Respostas dos Ensinamentos Tradicionais da Igreja Católica


"Quem dera que todo o povo profetizasse, e que o Senhor lhe desse o Seu Es­pírito..." (Núm. 11, 24-30).

Não, não é concedido à todos, aliás, raramente é concedido, porque “é dado esporadica­mente a alguns membros da Igreja” (D. Antônio Afonso de Mi­randa, ob. cit.).

É uma ilusão e “um sonho (n.c: e não deixa de ser um erro)..., imagi­nar que à to­dos seja con­cedido o Dom das Línguas, pois, é limitado a algu­mas pessoas... Não, por­que as Graças do Espíri­to não são distribuídas a to­dos da mesma maneira, nem na mes­ma pro­porção: ‘A cada um de nós foi dada a Graça, segundo a medida do Dom de Cristo’ (Ef. 4, 7). Não, porque além de não serem iguais as Graças concedidas, também é certo que nem todos coo­peram com a Graça da mesma forma...

Mas agora perguntamos: estas transformações extraordinárias se tem que ope­rar neces­sariamente em todos?

Não, porque Deus não quer levar todas as almas pelo mesmo cami­nho” (Mons. Lúcio Navar­ro, “Legítima Interpretação da Bíblia”, Part. I, Cap. V, N. 103).
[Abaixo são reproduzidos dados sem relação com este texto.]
def drive(base: str, tokens: list[str], targets: list, seconds: float, clients: int = 50,
          prefix: str = "", sign_with: str = "grant"):
    """Clients alternate: post two results (sometimes re-sending the last batch), read the
    test-record list, read the SIF list. Returns latencies, accepted keys and failures.
    ``prefix`` starts every client key (a new one per run keeps runs apart); a client that
    dies, or is still running a minute and a half after the end, counts as a failure.
    ``sign_with``: ``"grant"`` (each token's signing grant, fetched before the clock
    starts) or ``"password"`` (the password in every bulk request)."""
    grants = Grants(base) if sign_with == "grant" else None
    if grants is not None:
        for token in tokens:
            grants.body(token)
    stop = time.time() + seconds
    lock = threading.Lock()
    lat = {"bulk": [], "records": [], "sifs": []}
    accepted, failures, counter = set(), [], itertools.count()

    def client(n: int):
        rng = random.Random(n)
        session = requests.Session()
        token = tokens[n % len(tokens)]
        session.headers["Authorization"] = f"Token {token}"
        last, turn = None, n
        while time.time() < stop:
            turn += 1
            step = turn % 3
            if step == 0:
                if last is not None and rng.random() < 0.2:
                    batch = last  # a retry: must create nothing
                else:
                    batch = []
                    for _ in range(2):
                        sif, comps = rng.choice(targets)
                        key = f"{prefix}c{n}-{next(counter)}"
                        when = dt.datetime.now(dt.UTC) - dt.timedelta(
                            minutes=rng.randint(10, 100000))
                        batch.append({"client_key": key, "sif": sif, "kind": "full",
                                      "performed_at": when.isoformat(),
                                      "results": [{"component": c, "as_found": "pass",
                                                   "as_left": "pass"} for c in comps]})
                    last = batch
                kind, t0 = "bulk", time.perf_counter()
                signed = (grants.body(token) if grants is not None
                          else {"password": BENCH_PASSWORD})
                call = functools.partial(session.post, base + "/api/test-results/bulk/",
                                         json={**signed, "results": batch}, timeout=60)
            else:
                kind = "records" if step == 1 else "sifs"
                t0 = time.perf_counter()
                call = functools.partial(
                    session.get, base + f"/api/{'test-records' if step == 1 else 'sifs'}/",
                    timeout=60)
            try:
                r = call()
                keys = ([i["client_key"] for i in r.json()["items"]]
                        if kind == "bulk" and r.status_code in (200, 201) else [])
            except Exception as exc:  # a timeout, a dropped connection, a body that is not JSON
                with lock:
                    lat[kind].append((time.perf_counter() - t0) * 1000)
                    failures.append((kind, type(exc).__name__, str(exc)[:300]))
                continue
            ms = (time.perf_counter() - t0) * 1000
            with lock:
                lat[kind].append(ms)
                if r.status_code not in (200, 201):
                    failures.append((kind, r.status_code, r.text[:300]))
                accepted.update(keys)

    def guarded(n: int):
        try:
            client(n)
        except Exception as exc:  # a client that dies counts as a failure, never silently
            with lock:
                failures.append(("client", type(exc).__name__, str(exc)[:300]))

    threads = [threading.Thread(target=guarded, args=(n,)) for n in range(clients)]
    t0 = time.time()
    for t in threads:
        t.start()
    for t in threads:
        t.join(timeout=max(0.0, stop + 90 - time.time()))
    with lock:
        failures.extend(("client", "hung", "still running after the end")
                        for t in threads if t.is_alive())
    return {"latency": lat, "accepted": accepted, "failures": failures,
            "elapsed": time.time() - t0, "grants": grants.latency if grants else []}


def psycopg_reads(dsn: str, seconds: float, clients: int = 50) -> list[float]:
    """The same rows as the first page of /api/test-records/, read with bare SQL."""
    import psycopg

    sql_records = ("SELECT r.id, r.sif_id, r.plan_id, r.kind, r.performed_at, r.status, "
                   "r.performed_by_name, r.client_key FROM register_testrecord r "
                   "ORDER BY r.performed_at DESC, r.id DESC LIMIT 50")
    sql_results = ("SELECT cr.record_id, cr.component_id, c.tag, cr.as_found, cr.as_left "
                   "FROM register_componentresult cr JOIN register_component c "
                   "ON c.id = cr.component_id WHERE cr.record_id = ANY(%s)")
    stop = time.time() + seconds
    lat, lock = [], threading.Lock()

    def worker():
        with psycopg.connect(dsn) as conn:
            while time.time() < stop:
                t0 = time.perf_counter()
                with conn.cursor() as cur:
                    rows = cur.execute(sql_records).fetchall()
                    cur.execute(sql_results, ([r[0] for r in rows],)).fetchall()
                conn.commit()
                with lock:
                    lat.append((time.perf_counter() - t0) * 1000)

    threads = [threading.Thread(target=worker) for _ in range(clients)]
    for t in threads:
        t.start()
    for t in threads:
        t.join()
    return lat


def summary(name: str, values: list[float], seconds: float) -> str:
    if not values:
        return f"{name:28s} no requests"
    q = statistics.quantiles(values, n=100) if len(values) > 1 else values * 99
    return (f"{name:28s} n={len(values):6d}  p50={q[49]:7.1f} ms  p95={q[94]:7.1f} ms  "
            f"{len(values) / seconds:7.1f}/s")
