"""Tamper-evident chain over the change history.

Every historical row that django-simple-history writes (each create, change, signature,
countersignature, deferral decision, bypass...) gets one :class:`ChainEntry` appended in
the same transaction:

* ``content_hash`` = SHA-256 of a canonical JSON of the historical row's stored field
  values (read back from the database, so what is hashed is what is kept);
* ``entry_hash`` = SHA-256 of ``prev_hash`` followed by the canonical JSON of the entry's
  own fields (sequence, time, model, object, history row, action, actor, reason,
  content hash).

Appends lock the one-row :class:`ChainHead` (``select_for_update``), so concurrent
writers queue and the chain cannot fork.

:func:`verify_chain` recomputes everything and names the first broken entry.

Not covered: rows written with ``QuerySet.update()`` or ``bulk_create()`` leave no
historical row (for example ``TestPlan.next_due_on`` and its state dates, derived from
the records, and ``Bypass.announced_state``, excluded from history anyway, and synthetic benchmark
plants), and the separate many-to-many history tables; none of these are chained.
"""

from __future__ import annotations

import datetime as dt
import decimal
import functools
import hashlib
import json
import logging
import uuid
from dataclasses import dataclass, field

from django.apps import apps
from django.db import transaction
from django.utils import timezone

from register.models import GENESIS_HASH, ChainEntry, ChainHead
from register.people import person_name

HEAD_PK = 1

log = logging.getLogger(__name__)


# ---------------------------------------------------------------------------------------
# Canonical JSON and hashes
# ---------------------------------------------------------------------------------------


def _plain(value):
    if isinstance(value, dt.datetime):
        if timezone.is_aware(value):
            value = value.astimezone(dt.UTC)
        return value.isoformat()
    if isinstance(value, (dt.date, dt.time)):
        return value.isoformat()
    if isinstance(value, decimal.Decimal):
        return str(value)
    if isinstance(value, uuid.UUID):
        return str(value)
    if isinstance(value, (bytes, memoryview)):
        return bytes(value).hex()
    raise TypeError(f"cannot put {type(value).__name__} in canonical JSON")


def canonical_json(data) -> str:
    """Sorted keys, no spaces, UTF-8, floats as Python's shortest repr."""
    return json.dumps(data, sort_keys=True, separators=(",", ":"), ensure_ascii=False,
                      default=_plain)


def sha256_text(text: str) -> str:
    return hashlib.sha256(text.encode("utf-8")).hexdigest()


def content_hash(row: dict) -> str:
    """Hash of one historical row given as ``values()`` (column attnames -> values)."""
    return sha256_text(canonical_json(row))


#: Columns added to history tables after rows of them were already chained, with the value
#: the migration gave every earlier row. A row chained before a column existed was hashed
#: without it: verification also accepts the row's hash without these columns while they
#: still hold that value (a row whose added column was later changed does not match).
ADDED_LATER: dict[str, dict[str, object]] = {
    "register.historicalbypass": {"authorised_until": None, "escalates_at": None,
                                  "authorised_at": None, "closed_by_id": None,
                                  "requested_by_id": None},
    "register.historicalsite": {"time_zone": "UTC"},
    "register.historicaltestplan": {"effective_from": None},
    "register.historicaldemand": {"cause": "not_recorded"},
    "register.historicalteststep": {"applies_to_role": "", "applies_to_type_id": None},
}


def _as_chained_before(label: str, row: dict) -> dict | None:
    """The row without the columns added later, if they all hold their first value."""
    added = ADDED_LATER.get(label.lower())
    if not added or not any(k in row for k in added):
        return None
    if any(row.get(k) != v for k, v in added.items() if k in row):
        return None
    return {k: v for k, v in row.items() if k not in added}
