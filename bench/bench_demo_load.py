"""Timing of the demo loader (``register.demo.load``) and a fingerprint of what it built.

Run by hand, on PostgreSQL or SQLite. The database DATABASE_URL names is the bench's own:
its name must contain "bench", and it is dropped and created again (PostgreSQL) or
deleted (SQLite) before the run:

    DATABASE_URL=postgres://postgres@127.0.0.1:5432/sif_demo_bench \\
        .venv/bin/python bench/bench_demo_load.py [--in-transaction] [--profile out.prof]
        [--facts out.json]
    DATABASE_URL=sqlite:////tmp/sif_demo_bench.sqlite3 .venv/bin/python bench/bench_demo_load.py

By default the plant is loaded as ``load_demo`` loads it (outside a transaction: each
step commits); ``--in-transaction`` loads it inside one transaction, rolled back at the
end, as a test that loads its own plant would. Prints the load time, the SQL queries it
made, and the demo's facts (SIFs, how many meet their target, records, chain entries,
chain check). ``--facts`` writes every record, assessment figure and history date to a
JSON file, so two versions of the loader can be compared (``diff`` the files of two runs
made on the same day).
"""

from __future__ import annotations

import argparse
import cProfile
import json
import os
import sys
import time
from pathlib import Path

ROOT = Path(__file__).resolve().parent.parent
sys.path.insert(0, str(ROOT))
os.environ.setdefault("DJANGO_SETTINGS_MODULE", "config.settings.base")


class _Rollback(Exception):
    pass


def _facts(site) -> dict:
    from calcs.adapter import latest_assessments
    from register.models import (
        Bypass,
        ComponentResult,
        Deferral,
        Demand,
        SafetyFunction,
        TestPlan,
        TestRecord,
    )

    sifs = list(SafetyFunction.objects.filter(unit__site=site).order_by("tag"))
    latest = latest_assessments([s.pk for s in sifs])
    tag = {s.pk: s.tag for s in sifs}
    records = [
        [tag[r.sif_id], r.kind, r.performed_at.isoformat(), r.signed_at.isoformat(),
         r.verified_at.isoformat() if r.verified_at else None, r.performed_by.username,
         sorted([c.component.tag, c.as_found, c.failure_mode,
                 sorted([m.phase, m.quantity, m.value] for m in c.measurements.all())]
                for c in r.results.all())]
        for r in TestRecord.objects.filter(sif__in=sifs).select_related("performed_by")
        .prefetch_related("results__component", "results__measurements")
        .order_by("sif__tag", "performed_at", "kind")
    ]
    return {
        "sifs": len(sifs),
        "meeting": sum(1 for a in latest.values() if a.meets_target),
        "assessments": {
            tag[pk]: {"meets": a.meets_target, "design": a.design_pfd_avg,
                      "achieved": a.achieved_pfd_avg,
                      "observed": a.observed_unavailability}
            for pk, a in sorted(latest.items(), key=lambda kv: tag[kv[0]])},
        "targets": {s.tag: s.target_pfd_avg for s in sifs},
        "plans": sorted([tag[p.sif_id], p.kind, str(p.next_due_on)]
                        for p in TestPlan.objects.filter(sif__in=sifs)),
        "records": records,
        "results": ComponentResult.objects.filter(record__sif__in=sifs).count(),
        "demands": sorted([tag[d.sif_id], d.occurred_at.isoformat(), d.successful]
                          for d in Demand.objects.filter(sif__in=sifs)),
        "bypasses": sorted([tag[b.sif_id], b.started_at.isoformat(),
                            b.ended_at.isoformat() if b.ended_at else None]
                           for b in Bypass.objects.filter(sif__in=sifs)),
        "deferrals": sorted([str(d.due_on), str(d.proposed_on), d.status]
                            for d in Deferral.objects.filter(plan__sif__in=sifs)),
        "record_history_dates": sorted(
            [tag[h.sif_id], h.performed_at.isoformat(), h.history_change_reason,
             h.history_date.isoformat()]
            for h in TestRecord.history.filter(sif_id__in=[s.pk for s in sifs])),
    }


def _fresh_database():
    """Drop and create the bench's database (before Django connects to it)."""
    import dj_database_url

    url = os.environ.get("DATABASE_URL", "")
    cfg = dj_database_url.parse(url) if url else {}
    name = str(cfg.get("NAME", ""))
    if "bench" not in name:
        sys.exit("Set DATABASE_URL to a database of the bench's own (its name must contain "
                 "'bench'); it is dropped and created again.")
    if cfg["ENGINE"].endswith("sqlite3"):
        Path(name).unlink(missing_ok=True)
        return
    import psycopg

    with psycopg.connect(host=cfg.get("HOST") or None, port=cfg.get("PORT") or None,
                         user=cfg.get("USER") or None, password=cfg.get("PASSWORD") or None,
                         dbname="postgres", autocommit=True) as admin:
        admin.execute(f'DROP DATABASE IF EXISTS "{name}"')
        admin.execute(f'CREATE DATABASE "{name}"')


def main():
    parser = argparse.ArgumentParser()
    parser.add_argument("--in-transaction", action="store_true",
                        help="load inside one transaction (rolled back at the end)")
    parser.add_argument("--profile", help="write a cProfile of the load to this file")
    parser.add_argument("--facts", help="write the demo's facts to this JSON file")
    args = parser.parse_args()
    _fresh_database()
    import django

    django.setup()
    from django.conf import settings
    from django.core.management import call_command
    from django.db import connection, transaction
    from django.utils import timezone

    from register import demo
    from register.audit.chain import verify_chain
    from register.management.commands.rundemo import (
        mail_to_files,
        no_query_log,
        quiet_task_log,
    )
    from register.models import ChainEntry

    t = time.perf_counter()
    call_command("migrate", verbosity=0)
    print(f"database: {connection.vendor} {connection.settings_dict['NAME']} "
          f"(migrated in {time.perf_counter() - t:.1f} s)")
    profiler = cProfile.Profile() if args.profile else None
    queries = 0

    def count(execute, sql, params, many, context):
        nonlocal queries
        queries += 1
        return execute(sql, params, many, context)

    stages: dict[str, float] = {}
    last = [time.perf_counter()]

    def stage(what, done, total):
        now = time.perf_counter()
        key = what if what in ("library", "recompute") or what.startswith("demands") else "SIFs"
        stages[key] = stages.get(key, 0.0) + now - last[0]
        last[0] = now

    def backend_cpu() -> float:
        """CPU seconds of the database server process serving this connection (PostgreSQL
        on this machine), so runs on a busy machine can still be compared."""
        if connection.vendor != "postgresql":
            return 0.0
        with connection.cursor() as cursor:
            cursor.execute("SELECT pg_backend_pid()")
            pid = cursor.fetchone()[0]
        try:
            fields = Path(f"/proc/{pid}/stat").read_text().rsplit(")", 1)[1].split()
        except OSError:
            return 0.0
        return (int(fields[11]) + int(fields[12])) / os.sysconf("SC_CLK_TCK")

    def run():
        with connection.execute_wrapper(count):
            cpu, db_cpu = time.process_time(), backend_cpu()
            t = time.perf_counter()
            if profiler:
                profiler.enable()
            # as load_demo loads it: no SQL log even with DEBUG on, e-mails to files
            with (no_query_log(), quiet_task_log(),
                  mail_to_files(Path(settings.VAR_DIR) / "demo-mail")):
                try:
                    site = demo.load(timezone.localdate(), progress=stage)
                except TypeError:  # an older loader, for before/after comparisons
                    site = demo.load(timezone.localdate())
            if profiler:
                profiler.disable()
            took = time.perf_counter() - t
            cpu, db_cpu = time.process_time() - cpu, backend_cpu() - db_cpu
        if profiler:
            profiler.dump_stats(args.profile)
        facts = _facts(site)
        mode = "in one transaction" if args.in_transaction else "step by step"
        print(f"demo load ({mode}): {took:.1f} s, {queries} SQL queries; "
              + ", ".join(f"{k} {v:.1f} s" for k, v in stages.items()))
        print(f"CPU: this process {cpu:.1f} s, database server {db_cpu:.1f} s "
              f"(machine load average {os.getloadavg()[0]:.1f})")
        print(f"SIFs {facts['sifs']}, meeting their target {facts['meeting']}, "
              f"not meeting {facts['sifs'] - facts['meeting']}; "
              f"{len(facts['records'])} test records, {facts['results']} results, "
              f"{ChainEntry.objects.count()} chain entries")
        t = time.perf_counter()
        print(verify_chain().summary(), f"({time.perf_counter() - t:.1f} s)")
        if args.facts:
            Path(args.facts).write_text(json.dumps(facts, indent=1, sort_keys=True))

    if not args.in_transaction:
        run()
        return
    try:
        with transaction.atomic():
            run()
            raise _Rollback
    except _Rollback:
        pass


if __name__ == "__main__":
    main()
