"""Benchmark: recompute and scan a 5,000-SIF plant (~500,000 component results).

Run by hand against PostgreSQL (creates and drops its own database):
    DATABASE_URL=postgres://postgres@127.0.0.1:5432/sif_bench .venv/bin/python bench/bench_plant.py --sifs 5000
Prints the time and the number of SQL queries of each step.
"""

import argparse
import os
import statistics
import sys
import time
from pathlib import Path

ROOT = Path(__file__).resolve().parent.parent
sys.path.insert(0, str(ROOT))
os.environ.setdefault("DJANGO_SETTINGS_MODULE", "config.settings.base")


def main():
    parser = argparse.ArgumentParser()
    parser.add_argument("--sifs", type=int, default=5000)
    args = parser.parse_args()
    import django

    django.setup()
    from django.core.management import call_command
    from django.db import connection, reset_queries
    from django.test.utils import CaptureQueriesContext

    from calcs.adapter import recompute_many
    from register.models import SafetyFunction, Site
    from register.schedule.scan import scan

    call_command("migrate", verbosity=0)
    code = f"scale{args.sifs}"
    t = time.perf_counter()
    if not Site.objects.filter(code=code).exists():
        call_command("make_scale_plant", sifs=args.sifs, code=code)
    print(f"generate: {time.perf_counter() - t:.1f} s")
    qs = SafetyFunction.objects.filter(unit__site__code=code)
    reset_queries()
    with CaptureQueriesContext(connection) as q:
        t = time.perf_counter()
        out = recompute_many(qs, trigger="bench")
        took = time.perf_counter() - t
    print(f"recompute all: {len(out)} SIFs in {took:.1f} s, {len(q)} queries, "
          f"{sum(1 for a in out if a.error)} errors")
    one = qs.order_by("pk")[:1].values("pk")
    times = []
    for _ in range(5):
        with CaptureQueriesContext(connection) as q1:
            t = time.perf_counter()
            recompute_many(SafetyFunction.objects.filter(pk__in=one), trigger="bench")
            times.append(time.perf_counter() - t)
    print(f"recompute one SIF: best {min(times) * 1000:.0f} ms, {len(q1)} queries")
    # The usual case: a passing test was just signed, then its SIF is recomputed.
    import datetime as dt

    from django.contrib.auth import get_user_model
    from django.utils import timezone

    from register import choices, services
    from register.models import Component
    from register.schedule import followup

    tech = get_user_model().objects.get(username=f"{code}-tech")
    sif = SafetyFunction.objects.get(pk=one[0]["pk"])
    after = []
    for k in range(5):
        with followup.suspended():
            rec = services.save_draft(
                user=tech, sif=sif, kind=choices.TestKind.PARTIAL,
                performed_at=timezone.now() - dt.timedelta(hours=k + 1),
                results=[services.ResultInput(component=c, as_found="pass", as_left="pass")
                         for c in Component.objects.filter(subsystem__sif=sif)])
            services.sign_record(rec, tech, None, check_password=False)
        t = time.perf_counter()
        recompute_many(SafetyFunction.objects.filter(pk=sif.pk), trigger="bench")
        after.append(time.perf_counter() - t)
    print(f"recompute one SIF right after signing a passing test: median "
          f"{statistics.median(after) * 1000:.0f} ms, best {min(after) * 1000:.0f} ms")
    with CaptureQueriesContext(connection) as q2:
        t = time.perf_counter()
        result = scan(notify=False)
        took = time.perf_counter() - t
    print(f"scan (report only): {len(result.plans)} plans in {took:.1f} s, {len(q2)} queries")
    with CaptureQueriesContext(connection) as q3:
        t = time.perf_counter()
        result = scan()
        took = time.perf_counter() - t
    print(f"scan (with caches and notifications): {took:.1f} s, {len(q3)} queries, "
          f"{result.notifications_created} notifications")


if __name__ == "__main__":
    main()
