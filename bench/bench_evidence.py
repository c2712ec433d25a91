"""Time an evidence pack for a whole site of N SIFs (default 500).

Builds a synthetic plant with ``manage.py make_scale_plant --sifs N --code CODE`` (unless a
site with that code is there already: ``--code`` reuses it), stores one assessment per SIF
(as the nightly recompute would; skipped with ``--keep-assessments`` when each SIF has
one), then builds a site pack over the last three years and reports the time of each
stage, the number of queries, the PDF page count and the zip size.

``--workers``: the pack goes through the packs queue to real Celery workers started
beforehand against the same database and broker (``celery -A config worker -Q packs -c 2``);
the time is from sending the task to the pack row saying done, the stages are read from
the row as it goes.

Run (temporary SQLite database and data folder, the default):
    .venv/bin/python bench/bench_evidence.py [--sifs 500] [--years 3]
Run on PostgreSQL (database created and migrated by you beforehand, e.g. packbench):
    DATABASE_URL=postgres://postgres@127.0.0.1:5432/packbench \\
        .venv/bin/python bench/bench_evidence.py
With workers (same DATABASE_URL, CELERY_BROKER_URL and SIF_LEDGER_VAR_DIR for both):
    CELERY_TASK_ALWAYS_EAGER=false .venv/bin/celery -A config worker -Q packs -c 2 &
    CELERY_TASK_ALWAYS_EAGER=false .venv/bin/python bench/bench_evidence.py --code s500 \\
        --keep-assessments --workers
"""

from __future__ import annotations

import argparse
import datetime as dt
import io
import os
import sys
import tempfile
import time
import zipfile
from pathlib import Path

ROOT = Path(__file__).resolve().parents[1]
sys.path.insert(0, str(ROOT))


def main() -> int:
    parser = argparse.ArgumentParser(description=__doc__.splitlines()[0])
    parser.add_argument("--sifs", type=int, default=500)
    parser.add_argument("--years", type=int, default=3, help="length of the pack period")
    parser.add_argument("--code", default="packbench", help="site code (reused when there)")
    parser.add_argument("--keep-assessments", action="store_true",
                        help="do not recompute when every SIF has an assessment")
    parser.add_argument("--workers", action="store_true",
                        help="build through the packs queue on running Celery workers")
    parser.add_argument("--timeout", type=int, default=1800, help="seconds (with --workers)")
    args = parser.parse_args()

    if "SIF_LEDGER_VAR_DIR" not in os.environ:
        os.environ["SIF_LEDGER_VAR_DIR"] = tempfile.mkdtemp(prefix="packbench-")
    var = os.environ["SIF_LEDGER_VAR_DIR"]
    os.environ.setdefault("DJANGO_SETTINGS_MODULE", "config.settings.base")
    os.environ.setdefault("CELERY_TASK_ALWAYS_EAGER", "false" if args.workers else "true")
    import django

    django.setup()
    from django.conf import settings
    from django.contrib.auth import get_user_model
    from django.core.management import call_command
    from django.db import connection, reset_queries
    from django.test.utils import CaptureQueriesContext
    from django.utils import timezone

    from calcs.adapter import recompute_many
    from calcs.models import Assessment
    from register.audit import evidence
    from register.models import EvidencePack, SafetyFunction, Site

    print(f"database: {connection.vendor} {connection.settings_dict['NAME']}; data: {var}")
    call_command("migrate", verbosity=0)
    if not Site.objects.filter(code=args.code).exists():
        t = time.perf_counter()
        call_command("make_scale_plant", sifs=args.sifs, code=args.code, verbosity=0)
        print(f"plant of {args.sifs} SIFs generated in {time.perf_counter() - t:.1f} s")
    site = Site.objects.get(code=args.code)
    sifs = SafetyFunction.objects.filter(unit__site=site)
    n_sifs = sifs.count()
    assessed = Assessment.objects.filter(sif__in=sifs).values("sif").distinct().count()
    if not (args.keep_assessments and assessed == n_sifs):
        t = time.perf_counter()
        recompute_many(sifs, trigger="bench")
        print(f"assessments stored in {time.perf_counter() - t:.1f} s")

    user = get_user_model().objects.filter(is_superuser=True).first() or \
        get_user_model().objects.create_superuser("packbench-admin", password="x")
    today = timezone.localdate()
    pack = EvidencePack.objects.create(
        scope="site", site=site, requested_by=user, period_end=today,
        period_start=today - dt.timedelta(days=365 * args.years))
    stages = []
    last = [time.perf_counter()]

    def progress(percent, text):
        now = time.perf_counter()
        stages.append((percent, text, now - last[0]))
        last[0] = now

    queries = []
    if args.workers:
        from register.audit.tasks import build_evidence_pack

        t = time.perf_counter()
        build_evidence_pack.apply_async(args=[pack.pk], queue=settings.PACKS_QUEUE)
        seen = None
        while True:
            row = EvidencePack.objects.values("status", "stage").get(pk=pack.pk)
            if row["stage"] != seen:
                if seen is not None:
                    progress(0, seen)
                seen = row["stage"]
            if row["status"] in (EvidencePack.Status.DONE, EvidencePack.Status.FAILED):
                break
            if time.perf_counter() - t > args.timeout:
                print("timed out")
                return 1
            time.sleep(0.05)
        total = time.perf_counter() - t
        end_of_build = last[0]
        pack.refresh_from_db()
        if pack.status != EvidencePack.Status.DONE:
            print(f"pack failed: {pack.error}")
            return 1
        path = Path(settings.VAR_DIR) / pack.result_path
    else:
        pack.started_at = timezone.now()
        reset_queries()
        t = time.perf_counter()
        with CaptureQueriesContext(connection) as queries:
            path = evidence.build(pack, progress)
        total = time.perf_counter() - t
        end_of_build = time.perf_counter()
    totals: dict[str, float] = {}
    for _, text, secs in stages:
        key = ("Charts and achieved PFDavg per SIF" if text.startswith("Charts") else
               "Sections" if text.startswith("Sections") else text)
        totals[key] = totals.get(key, 0.0) + secs
    totals["Zip and manifest" if not args.workers else "Last stage"] = end_of_build - last[0]
    for key, secs in totals.items():
        print(f"  {key:<50s} {secs:7.2f} s")
    data = path.read_bytes()
    with zipfile.ZipFile(io.BytesIO(data)) as zf:
        pdf = zf.read("report.pdf")
        names = zf.namelist()
    pages = pdf.count(b"/Type /Page") - pdf.count(b"/Type /Pages")
    images = pdf.count(b"/Subtype /Image")
    mode = "workers" if args.workers else "in process"
    print(f"pack for {n_sifs} SIFs over {args.years} years ({mode}): {total:.1f} s, "
          f"{len(queries) if queries else '-'} queries, {len(names)} files, "
          f"zip {len(data) / 1e6:.1f} MB, PDF {len(pdf) / 1e6:.1f} MB, about {pages} pages, "
          f"{images} raster images in the PDF")
    return 0


if __name__ == "__main__":
    raise SystemExit(main())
► "E também por este motivo, quando foi necessário que poucos ho­mens pre­gassem a Ver­dade da Fé a muitos povos, alguns foram divinament­e instruídos para fala­rem várias línguas" (S. Tomás de Aquino, “Suma contra os Gentios”, Vol. II, Liv. III, Cap. CLIV, nº 3261).

► “Dom das Línguas, chamado Glossolalia (Dom de falar várias lín­guas), ao que se refe­re S. Paulo, quando enumera as nove espécies de Dons que são des­critos como ‘gratiae gratis datae’. Estes são obra do Espírito Santo em certas al­mas escolhidas, para o bem comum de toda a Igreja, como po­demos ver com o que aconteceu no dia Pentecostes aos Apóstolos, Milagre este que tem sido reno­vado no decorrer das idades” (Cardeal Alexis Henri M. Lepicier, O.S.M., “O Mundo Invisível”, Part. III, Cap. I, Art. II, N. 4).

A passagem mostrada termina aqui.